# Problema con TRIS en simulación Proteus



## jmth (Jun 16, 2013)

Hace ya tiempo que estoy intentando meterme en la programación de PICs en C. Hoy por fin he conseguido compilar, porque tenía problemas con las librerías y eso... Y simulando en el Proteus me salta un error que dice "TRISB instruction is deprecated for PIC1684", y el tiempo sigue corriendo pero no hace nada.

He investigado sobre ello y se debe a que en algunos PIC la función TRISX no funciona correctamente (en la práctica), y por ello sale como error en el simulador. Sin embargo, supuestamente el 16f84A no tiene éste problema.
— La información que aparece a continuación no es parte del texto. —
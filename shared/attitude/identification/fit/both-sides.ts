import type { Moments } from './moments.ts';
import type { Motion } from './motion.ts';
import { BODY_OFFSET, normalEquations, placesOf, REFERENCE_OFFSET, solve } from './normal-equations.ts';
import { fitReferenceGiven } from './scores.ts';
import { bestRotation } from './best-rotation.ts';
import { frameRotation, multiply } from './small-matrix.ts';

export interface BothSides {
  readonly b: Float64Array;
  readonly a: Float64Array;
  readonly squaredError: number;
}

/**
 * Rotations B and A that fit M = B C A best, from a start for B: Newton's steps on both at once, since turning them
 * one after the other creeps where the motion is small.
 */
export function fitBothSides(moments: Moments, motion: Motion, start: Float64Array): BothSides {
  let b: Float64Array = start;
  let a = fitReferenceGiven(moments, b);
  let equations = normalEquations(moments, motion, b, a, null);
  const freed = placesOf([REFERENCE_OFFSET, BODY_OFFSET], equations);
  for (let step = 0; step < 20; step++) {
    const { parameters, explained } = solve(equations, freed, 1e-12);
    if (explained <= 1e-9 * equations.squaredError + 1e-18 * moments.count) break;
    const nextB = multiply(frameRotation(parameters[3]!, parameters[4]!, parameters[5]!), b);
    const nextA = fitReferenceGiven(moments, nextB);
    const next = normalEquations(moments, motion, nextB, nextA, null);
    if (next.squaredError >= equations.squaredError) break;
    [b, a, equations] = [nextB, nextA, next];
  }
  return { b, a, squaredError: equations.squaredError };
}

/**
 * A start for B: M_i M_jᵀ = B (C_i C_jᵀ) Bᵀ, so B carries the axes of the reference's relative rotations into those of
 * the matrices', whatever stands on the reference side.
 *
 * @param pairs - indices of samples, two by two. @param m - matrices of these samples, transposed or not.
 */
export function startForBody(m: Float64Array, c: Float64Array, pairs: Int32Array, transposed: boolean): Float64Array {
  const g = new Float64Array(9);
  const u = new Float64Array(3);
  const v = new Float64Array(3);
  for (let p = 0; p < pairs.length; p += 2) {
    relativeAxis(m, pairs[p]!, pairs[p + 1]!, transposed, u);
    relativeAxis(c, pairs[p]!, pairs[p + 1]!, false, v);
    for (let i = 0; i < 3; i++) for (let j = 0; j < 3; j++) g[3 * i + j]! += u[i]! * v[j]!;
  }
  return bestRotation(g);
}

/** sin(angle) · axis of X_i X_jᵀ. */
function relativeAxis(x: Float64Array, i: number, j: number, transposed: boolean, into: Float64Array): void {
  const [along, across] = transposed ? [1, 3] : [3, 1];
  const entry = (row: number, column: number): number => {
    const p = 9 * i + row * along, q = 9 * j + column * along;
    return x[p]! * x[q]! + x[p + across]! * x[q + across]! + x[p + 2 * across]! * x[q + 2 * across]!;
  };
  into[0] = (entry(1, 2) - entry(2, 1)) / 2;
  into[1] = (entry(2, 0) - entry(0, 2)) / 2;
  into[2] = (entry(0, 1) - entry(1, 0)) / 2;
}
Estoy utilizando el CCS C compiler y hay gente que lo ha solucionado entrando en tools, device editor, seleccionando el uC, other features y cambiando la pestaña de TRIS a TRUE. Ya lo he hecho pero me sigue dando el mismo error.
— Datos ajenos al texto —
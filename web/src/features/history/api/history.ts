import { keepPreviousData, queryOptions } from '@tanstack/react-query';
import { client, dataOf } from '../../../lib/api-client.ts';
import type { components, paths } from '../../../lib/contract.gen.ts';

export type HistoryEntry = components['schemas']['HistoryEntry'];

/** As in the page's address; empty text is no filter. */
export interface HistoryFilter {
  readonly key: string;
  readonly role: string;
  readonly route: string;
  readonly status: string;
  readonly verdict: string;
  readonly warning: string;
  /** How a request id begins. */
  readonly id: string;
  readonly from: string;
  readonly to: string;
  readonly cursor: string;
}

export const NO_FILTER: HistoryFilter = { key: '', role: '', route: '', status: '', verdict: '', warning: '', id: '', from: '', to: '', cursor: '' };

/** What the service understands of a filter: an address can be edited by anybody, and its answer says what was wrong. */
function parametersOf(filter: HistoryFilter) {
  const { from, to, ...texts } = filter;
  const given = Object.fromEntries(Object.entries({ ...texts, id: texts.id.trim().length >= 8 ? texts.id.trim() : '' }).filter(([, value]) => value !== ''));
  return { ...given, ...(from && { from: `${from}:00Z` }), ...(to && { to: `${to}:00Z` }) } as NonNullable<paths['/history']['get']['parameters']['query']>;
}

/** Where the rows that a filter lets through can be fetched as CSV. */
export function exportAddress({ cursor: _, ...filter }: HistoryFilter): string {
  const search = new URLSearchParams(parametersOf({ ...filter, cursor: '' }) as Record<string, string>).toString();
  return `/api/v1/history.csv${search && `?${search}`}`;
}

export function historyQuery(filter: HistoryFilter, limit = 50) {
  const query = { ...parametersOf(filter), limit: String(limit) };
  return queryOptions({
    queryKey: ['history', query],
    queryFn: ({ signal }) => dataOf(client.GET('/history', { params: { query }, signal })),
    placeholderData: keepPreviousData,
  });
}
Por si puede servir adjunto el código del programa. Es el típico "enciende y apaga el puerto B". Da igual si tiene algún error a parte del dicho, la cuestión es saltar ése primer obstáculo.

#include <16f84a.h>
#use delay(clock=4000000)
#byte port_b=0x06
#fuses NOWDT

int contador;

void main(){
set_tris_b(0xff);
port_b=0;

while(true){
contador=0xff;
port_b=contador;
delay_ms(1500);
contador=0;
port_b=contador;
delay_ms(1500);
}
}

Éste post es tanto por aquellos que buscan la solución de éste error como por preguntar si alguien más sabe cómo solucionar mi caso particular. Gracias otra vez que ya es la segunda vez que pregunto hoy


----------



## Eduardo (Jun 16, 2013)

jmth dijo:


> ...
> Estoy utilizando el CCS C compiler y hay gente que lo ha solucionado entrando en tools, device editor, seleccionando el uC, other features y *cambiando la pestaña de TRIS a false*. Ya lo he hecho pero me sigue dando el mismo error.


 ¿Como a FALSE?  Si querés que acepte TRIS tiene que ser TRUE.


----------



## jmth (Jun 16, 2013)

Eduardo dijo:


> ¿Como a FALSE?  Si querés que acepte TRIS tiene que ser TRUE.
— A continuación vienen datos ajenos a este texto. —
import { lagrange, lastNotAfter, STENCIL } from './interpolation.ts';

/** The reference, at the times of the samples less a lag, with sums that every hypothesis shares. */
export interface Motion {
  readonly lag: number;
  /** Which samples are used: those whose lagged time lies within the recording and in no gap of it. */
  readonly samples: Int32Array;
  /** C, nine a used sample, v_body = C v_ref in standard axes. */
  readonly matrices: Float64Array;
  /** dC/dt, or null where there are no times. */
  readonly derivatives: Float64Array | null;
  readonly sumMatrix: Float64Array;
  /** Σ ω in body axes and in reference axes, rad/s, and Σ |ω|². */
  readonly sumBodyRate: Float64Array;
  readonly sumReferenceRate: Float64Array;
  readonly sumSquareRate: number;
  /** Variance a component, rad², that interpolating adds. */
  readonly interpolationVariance: number;
}

/** Interpolation worse than this part of the steps themselves, and the attitudes jump. */
const JUMP = 0.02;
/** Samples that it takes to measure a quintic. */
const ENOUGH = 11;
/** A step longer than this many median ones is a gap: nothing is interpolated across it. */
const GAP = 3.5;

/** A recording's reference attitudes, and what they were between the samples. */
export class ReferenceRecording {
  readonly count: number;
  readonly matrices: Float64Array;
  times: Float64Array | null;
  /** Median step, s. */
  readonly step: number;
  readonly #middleVariance: number;
  readonly #nodes = new Float64Array(STENCIL);
  /** Nodes less the time that the weights are for, and how many. */
  readonly #places = new Float64Array(STENCIL);
  #weighed = 0;
  readonly #weights = { value: new Float64Array(STENCIL), derivative: new Float64Array(STENCIL) };

  /** @param times - s, or null; times that do not increase are taken for none. */
  constructor(matrices: Float64Array, times: Float64Array | null) {
    this.count = matrices.length / 9;
    this.matrices = matrices;
    this.times = times && this.count >= 2 && increasing(times) ? times : null;
    this.step = this.times ? medianStep(this.times) : 0;
    this.#middleVariance = this.times ? this.#measureInterpolation() : 0;
    // Attitudes that jump from sample to sample have no rate, and nothing lies between them.
    if (this.times && this.count >= ENOUGH && this.#middleVariance > JUMP ** 2 * this.#stepVariance()) this.times = null;
  }

  /** Longest lag that is considered, s, either way: two seconds, or half of a short recording. */
  get longestLag(): number {
    return this.times ? Math.min(2, (this.times[this.count - 1]! - this.times[0]!) / 2) : 0;
  }

  /** @param stride - takes every so-manieth sample only. */
  at(lag: number, stride = 1): Motion {
    const usable: number[] = [];
    const most = 9 * Math.ceil(this.count / stride);
    const matrices = new Float64Array(most);
    const derivatives = this.times ? new Float64Array(most) : null;
    let weight = 0;
    for (let i = 0; i < this.count; i += stride) {
      const to = 9 * usable.length;
      if (derivatives) {
        const fraction = this.#sample(this.times![i]! - lag, lag === 0, matrices, derivatives, to);
        if (fraction < 0) continue;
        weight += (4 * fraction * (1 - fraction)) ** 2;
      }
      if (lag === 0) for (let k = 0; k < 9; k++) matrices[to + k] = this.matrices[9 * i + k]!;
      usable.push(i);
    }
    return withSums(lag, Int32Array.from(usable), matrices.subarray(0, 9 * usable.length), derivatives?.subarray(0, 9 * usable.length) ?? null,
      lag === 0 || usable.length === 0 ? 0 : (this.#middleVariance * weight) / usable.length);
  }

  /** One matrix between the samples, for searches on a few of them; false outside the recording or in a gap. */
  matrixAt(t: number, into: Float64Array, at: number): boolean {
    return this.#sample(t, false, into, null, at) >= 0;
  }

  /** Writes C and dC/dt at t; returns where t lies within its step, 0 to 1, or −1 where it cannot be told. */
  #sample(t: number, onSample: boolean, matrices: Float64Array, derivatives: Float64Array | null, at: number): number {
    const times = this.times!;
    const last = this.count - 1;
    const slack = 1e-6 * this.step;
    if (t < times[0]! - slack || t > times[last]! + slack) return -1;
    const j = Math.max(0, Math.min(last - 1, lastNotAfter(times, t)));
    const nodes = Math.min(STENCIL, this.count);
    const from = Math.max(0, Math.min(this.count - nodes, j - 1));
    for (let k = 0; k < nodes; k++) this.#nodes[k] = times[from + k]!;
    const gap = this.#nodes[nodes - 1]! - this.#nodes[0]! > GAP * (nodes - 1) * this.step;
    if (gap && !onSample) return -1;
    const { value, derivative } = this.#weights;
    this.#weigh(nodes, t);
    const all = this.matrices;
    for (let k = 0; k < 9; k++) {
      let v = 0, d = 0;
      for (let n = 0, c = 9 * from + k; n < nodes; n++, c += 9) {
        v += value[n]! * all[c]!;
        d += derivative[n]! * all[c]!;
      }
      matrices[at + k] = v;
      // In a gap the rate is unknown; the sample then says nothing of a lag.
      if (derivatives) derivatives[at + k] = gap ? 0 : d;
    }
    return Math.max(0, Math.min(1, (t - times[j]!) / (times[j + 1]! - times[j]!)));
  }

  /** Weights for the nodes as they stand; those of the last time where the nodes lie about t as they did then. */
  #weigh(nodes: number, t: number): void {
    const slack = 1e-9 * this.step;
    let same = this.#weighed === nodes;
    for (let k = 0; same && k < nodes; k++) same = Math.abs(this.#nodes[k]! - t - this.#places[k]!) <= slack;
    if (same) return;
    for (let k = 0; k < nodes; k++) this.#places[k] = this.#nodes[k]! - t;
    lagrange(this.#nodes, nodes, t, this.#weights);
    this.#weighed = nodes;
  }

  /**
   * Variance a component in the middle of a step: each sample is interpolated from those one, three and five steps away,
   * at twice the spacing, and a quintic's error falls by 2⁶; doubled for safety. What the reference carries of noise adds to it.
   */
  #measureInterpolation(): number {
    if (this.count >= ENOUGH) return this.#measured([-5, -3, -1, 1, 3, 5], 64);
    // Too few to skip samples: what the neighbours on either side predict, a good deal too large.
    return this.count >= 3 ? this.#measured([-1, 1], 4) : JUMP * this.#stepVariance();
  }

  #measured(offsets: readonly number[], falls: number): number {
    const reach = offsets[offsets.length - 1]!;
    const stride = Math.max(1, Math.floor(this.count / 400));
    let sum = 0;
    let measured = 0;
    for (let i = reach; i + reach < this.count; i += stride) {
      offsets.forEach((offset, n) => { this.#nodes[n] = this.times![i + offset]!; });
      if (this.#nodes[offsets.length - 1]! - this.#nodes[0]! > GAP * 2 * reach * this.step) continue;
      this.#weigh(offsets.length, this.times![i]!);
      for (let k = 0; k < 9; k++) {
        const predicted = offsets.reduce((total, offset, n) => total + this.#weights.value[n]! * this.matrices[9 * (i + offset) + k]!, 0);
        sum += (predicted - this.matrices[9 * i + k]!) ** 2;
      }
      measured++;
    }
    return measured === 0 ? 0 : (4 * sum) / (2 * 3 * measured * falls * falls);
  }

  /** Mean square of a component of the rotation from sample to sample. */
  #stepVariance(): number {
    let sum = 0;
    for (let k = 9; k < this.matrices.length; k++) sum += (this.matrices[k]! - this.matrices[k - 9]!) ** 2;
    return sum / (2 * 3 * Math.max(1, this.count - 1));
  }
}

function increasing(times: Float64Array): boolean {
  for (let i = 1; i < times.length; i++) if (!(times[i]! > times[i - 1]!)) return false;
  return true;
}

function medianStep(times: Float64Array): number {
  const steps = new Float64Array(times.length - 1);
  for (let i = 0; i < steps.length; i++) steps[i] = times[i + 1]! - times[i]!;
  steps.sort();
  return steps[steps.length >> 1]!;
}

function withSums(lag: number, samples: Int32Array, matrices: Float64Array, derivatives: Float64Array | null, interpolationVariance: number): Motion {
  const sumMatrix = new Float64Array(9);
  const sumBodyRate = new Float64Array(3);
  const sumReferenceRate = new Float64Array(3);
  let sumSquareRate = 0;
  const c = new Float64Array(9);
  const omega = new Float64Array(3);
  for (let i = 0; i < samples.length; i++) {
    for (let k = 0; k < 9; k++) sumMatrix[k]! += c[k] = matrices[9 * i + k]!;
    if (!derivatives) continue;
    bodyRate(c, derivatives, 9 * i, omega);
    const [x, y, z] = omega as unknown as [number, number, number];
    // Ċ = −[ω×] C exactly: what interpolation adds beside a rotation would pass for a lag.
    for (let k = 0; k < 3; k++) {
      derivatives[9 * i + k] = z * c[3 + k]! - y * c[6 + k]!;
      derivatives[9 * i + 3 + k] = x * c[6 + k]! - z * c[k]!;
      derivatives[9 * i + 6 + k] = y * c[k]! - x * c[3 + k]!;
    }
    for (let k = 0; k < 3; k++) {
      sumBodyRate[k]! += omega[k]!;
      sumReferenceRate[k]! += c[k]! * x + c[3 + k]! * y + c[6 + k]! * z;
    }
    sumSquareRate += x * x + y * y + z * z;
  }
  return { lag, samples, matrices, derivatives, sumMatrix, sumBodyRate, sumReferenceRate, sumSquareRate, interpolationVariance };
}

/** The motion at some of its samples only. */
export function thinned({ lag, samples, matrices, derivatives, interpolationVariance }: Motion, places: Int32Array): Motion {
  const pick = (from: Float64Array): Float64Array => {
    const to = new Float64Array(9 * places.length);
    places.forEach((place, k) => to.set(from.subarray(9 * place, 9 * place + 9), 9 * k));
    return to;
  };
  return withSums(lag, places.map((place) => samples[place]!), pick(matrices), derivatives && pick(derivatives), interpolationVariance);
}

/** ω = vee(C Ċᵀ), by its antisymmetric part: [ω×] = C Ċᵀ. */
export function bodyRate(c: ArrayLike<number>, derivatives: Float64Array, at: number, omega: Float64Array): void {
  omega[0] = (product(c, 6, derivatives, at + 3) - product(c, 3, derivatives, at + 6)) / 2;
  omega[1] = (product(c, 0, derivatives, at + 6) - product(c, 6, derivatives, at)) / 2;
  omega[2] = (product(c, 3, derivatives, at) - product(c, 0, derivatives, at + 3)) / 2;
}

const product = (c: ArrayLike<number>, i: number, d: Float64Array, j: number): number => c[i]! * d[j]! + c[i + 1]! * d[j + 1]! + c[i + 2]! * d[j + 2]!;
Cierto, me he hecho un lío, ya lo he cambiado. De todas formas no funciona ni en un modo ni en otro.


----------



## Eduardo (Jun 16, 2013)

jmth dijo:


> Cierto, me he hecho un lío, ya lo he cambiado. De todas formas no funciona ni en un modo ni en otro.



Mientras declares el puerto B como 8 entradas (set_tris_b(*0xff*) ; ) difícilmente puedas puedas sacar algo por ahí.


----------



## D@rkbytes (Jun 16, 2013)

jmth dijo:


> Hace ya tiempo que estoy intentando meterme en la  programación de PICs en C. Hoy por fin he conseguido compilar, porque  tenía problemas con las librerías y eso... Y simulando en el Proteus me  salta un error que dice "TRISB instruction is deprecated for PIC1684", y  el tiempo sigue corriendo pero no hace nada.
> 
> He investigado sobre ello y se debe a que en algunos PIC la función  TRISX no funciona correctamente (en la práctica), y por ello sale como  error en el simulador. Sin embargo, supuestamente el 16f84A no tiene  éste problema.
> 
> ...


Para evitar que aparezca esa advertencia en proteus usando el PIC16F84/A,
en vez de utilizar la instrucción set_tris_x(); utiliza las siguientes declaraciones en la cabecera del programa..
#byte TRISA = getenv("SFR:TRISA")
#byte TRISB = getenv("SFR:TRISB")

Y ahora utiliza TRISA y TRISB en el main para configurar los puertos.
Por ejemplo...
TRISB = 0;

Nota que en tu código estás configurando el puerto B como entradas y quieres usarlo cómo salidas.

Saludos.


----------



## jmth (Jun 16, 2013)

Genial, funciona! Era la respuesta que necesitaba, gracias a todos otra vez. Lo del =0xff es lo que pasa cuando has aprendido en casa y llevas 3 meses sin programar.


----------